PROBLEM DETAILS - Filter the entries for lines with the word "UnitText".

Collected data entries

»»

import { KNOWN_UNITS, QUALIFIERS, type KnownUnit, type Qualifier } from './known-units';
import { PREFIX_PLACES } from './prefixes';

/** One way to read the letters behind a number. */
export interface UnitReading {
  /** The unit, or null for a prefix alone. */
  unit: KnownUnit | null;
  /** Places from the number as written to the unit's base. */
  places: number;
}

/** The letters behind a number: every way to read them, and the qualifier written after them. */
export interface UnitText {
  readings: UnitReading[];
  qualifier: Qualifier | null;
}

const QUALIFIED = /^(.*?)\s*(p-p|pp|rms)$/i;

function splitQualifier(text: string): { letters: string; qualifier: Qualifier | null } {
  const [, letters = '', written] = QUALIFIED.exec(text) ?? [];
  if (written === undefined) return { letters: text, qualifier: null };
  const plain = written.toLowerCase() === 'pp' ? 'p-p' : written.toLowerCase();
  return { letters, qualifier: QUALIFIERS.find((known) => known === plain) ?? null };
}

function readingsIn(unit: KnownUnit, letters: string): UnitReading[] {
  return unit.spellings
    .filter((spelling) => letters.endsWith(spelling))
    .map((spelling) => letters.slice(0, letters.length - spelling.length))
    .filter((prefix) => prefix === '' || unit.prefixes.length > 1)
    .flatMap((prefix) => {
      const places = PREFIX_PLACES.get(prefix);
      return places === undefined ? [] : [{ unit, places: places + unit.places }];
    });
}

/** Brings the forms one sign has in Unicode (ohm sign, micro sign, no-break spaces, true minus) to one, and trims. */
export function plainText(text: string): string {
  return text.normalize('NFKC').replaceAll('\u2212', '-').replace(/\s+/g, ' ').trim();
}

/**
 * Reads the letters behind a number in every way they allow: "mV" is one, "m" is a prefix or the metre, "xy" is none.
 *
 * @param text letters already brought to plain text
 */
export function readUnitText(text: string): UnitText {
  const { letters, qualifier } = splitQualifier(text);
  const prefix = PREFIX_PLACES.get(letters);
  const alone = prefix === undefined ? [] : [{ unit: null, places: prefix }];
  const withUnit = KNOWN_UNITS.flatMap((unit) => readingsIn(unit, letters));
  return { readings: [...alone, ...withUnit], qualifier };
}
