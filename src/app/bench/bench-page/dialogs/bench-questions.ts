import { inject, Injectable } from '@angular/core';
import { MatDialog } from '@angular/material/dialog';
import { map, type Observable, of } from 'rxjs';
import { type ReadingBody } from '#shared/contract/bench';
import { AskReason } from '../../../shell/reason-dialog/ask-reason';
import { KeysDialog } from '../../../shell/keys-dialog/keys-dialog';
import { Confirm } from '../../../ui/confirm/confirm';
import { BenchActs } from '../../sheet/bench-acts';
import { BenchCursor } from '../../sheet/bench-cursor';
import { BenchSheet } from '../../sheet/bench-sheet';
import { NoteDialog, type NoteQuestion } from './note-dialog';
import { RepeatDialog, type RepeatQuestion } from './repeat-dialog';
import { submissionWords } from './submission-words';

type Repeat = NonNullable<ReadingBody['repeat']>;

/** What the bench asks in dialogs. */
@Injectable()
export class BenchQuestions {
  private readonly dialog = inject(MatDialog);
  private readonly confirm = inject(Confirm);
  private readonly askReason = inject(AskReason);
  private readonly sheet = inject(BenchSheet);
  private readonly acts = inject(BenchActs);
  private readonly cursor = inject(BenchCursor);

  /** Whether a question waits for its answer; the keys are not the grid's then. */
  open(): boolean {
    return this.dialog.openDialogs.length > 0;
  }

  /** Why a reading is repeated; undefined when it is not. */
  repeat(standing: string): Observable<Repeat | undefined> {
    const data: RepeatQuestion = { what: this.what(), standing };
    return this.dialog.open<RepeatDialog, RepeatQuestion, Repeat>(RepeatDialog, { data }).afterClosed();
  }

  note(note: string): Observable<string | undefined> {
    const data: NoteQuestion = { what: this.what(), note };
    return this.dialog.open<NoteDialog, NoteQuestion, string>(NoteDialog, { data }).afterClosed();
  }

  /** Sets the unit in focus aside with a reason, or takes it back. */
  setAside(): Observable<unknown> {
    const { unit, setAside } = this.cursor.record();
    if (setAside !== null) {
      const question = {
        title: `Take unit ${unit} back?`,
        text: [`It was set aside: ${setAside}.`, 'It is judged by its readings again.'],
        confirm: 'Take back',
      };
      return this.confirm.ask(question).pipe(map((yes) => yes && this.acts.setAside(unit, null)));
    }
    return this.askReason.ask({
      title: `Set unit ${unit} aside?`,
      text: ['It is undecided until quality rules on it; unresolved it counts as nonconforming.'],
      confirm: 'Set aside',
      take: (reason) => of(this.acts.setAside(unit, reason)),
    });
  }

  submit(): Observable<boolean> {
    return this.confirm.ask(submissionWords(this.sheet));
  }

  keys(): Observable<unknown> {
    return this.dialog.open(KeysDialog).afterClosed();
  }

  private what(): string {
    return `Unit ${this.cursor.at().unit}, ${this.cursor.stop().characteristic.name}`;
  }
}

««
»»

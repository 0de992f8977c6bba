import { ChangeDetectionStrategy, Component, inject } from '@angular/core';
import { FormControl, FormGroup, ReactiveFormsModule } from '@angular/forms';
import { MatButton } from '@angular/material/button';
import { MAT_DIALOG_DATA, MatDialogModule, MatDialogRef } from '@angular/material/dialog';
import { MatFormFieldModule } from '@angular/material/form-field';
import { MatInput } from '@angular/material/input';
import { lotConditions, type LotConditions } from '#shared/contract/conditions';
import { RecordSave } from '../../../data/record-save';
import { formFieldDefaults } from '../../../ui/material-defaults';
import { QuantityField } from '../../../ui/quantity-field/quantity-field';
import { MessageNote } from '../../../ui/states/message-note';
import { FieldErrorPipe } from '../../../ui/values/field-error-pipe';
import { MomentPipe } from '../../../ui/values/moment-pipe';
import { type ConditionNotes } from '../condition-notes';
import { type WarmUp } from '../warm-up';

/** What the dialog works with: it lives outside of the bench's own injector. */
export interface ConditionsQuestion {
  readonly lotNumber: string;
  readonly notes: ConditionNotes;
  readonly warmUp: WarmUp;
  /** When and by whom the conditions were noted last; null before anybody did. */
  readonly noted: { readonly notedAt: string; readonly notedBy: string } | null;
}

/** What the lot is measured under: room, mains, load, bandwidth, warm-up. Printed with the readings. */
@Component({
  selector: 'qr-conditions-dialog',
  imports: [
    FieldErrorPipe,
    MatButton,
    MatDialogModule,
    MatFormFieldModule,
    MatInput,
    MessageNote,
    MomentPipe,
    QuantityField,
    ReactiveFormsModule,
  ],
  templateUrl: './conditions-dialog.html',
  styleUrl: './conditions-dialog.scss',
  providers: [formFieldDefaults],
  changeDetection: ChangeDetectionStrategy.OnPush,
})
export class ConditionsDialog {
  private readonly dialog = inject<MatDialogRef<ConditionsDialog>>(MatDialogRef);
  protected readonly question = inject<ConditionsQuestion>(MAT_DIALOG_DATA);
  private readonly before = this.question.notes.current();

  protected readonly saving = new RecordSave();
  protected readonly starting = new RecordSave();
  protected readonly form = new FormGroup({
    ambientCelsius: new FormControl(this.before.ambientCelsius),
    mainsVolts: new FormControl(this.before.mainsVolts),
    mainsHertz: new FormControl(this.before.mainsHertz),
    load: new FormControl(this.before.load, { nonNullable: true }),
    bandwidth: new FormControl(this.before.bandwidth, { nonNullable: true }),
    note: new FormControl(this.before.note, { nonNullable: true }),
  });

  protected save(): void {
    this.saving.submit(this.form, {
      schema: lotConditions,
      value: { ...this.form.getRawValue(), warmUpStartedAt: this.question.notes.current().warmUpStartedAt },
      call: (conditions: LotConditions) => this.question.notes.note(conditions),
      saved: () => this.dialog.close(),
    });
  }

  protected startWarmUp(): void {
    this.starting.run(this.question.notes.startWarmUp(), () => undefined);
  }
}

««

WRITTEN SOLUTION -
export interface UnitText {
export function readUnitText(text: string): UnitText {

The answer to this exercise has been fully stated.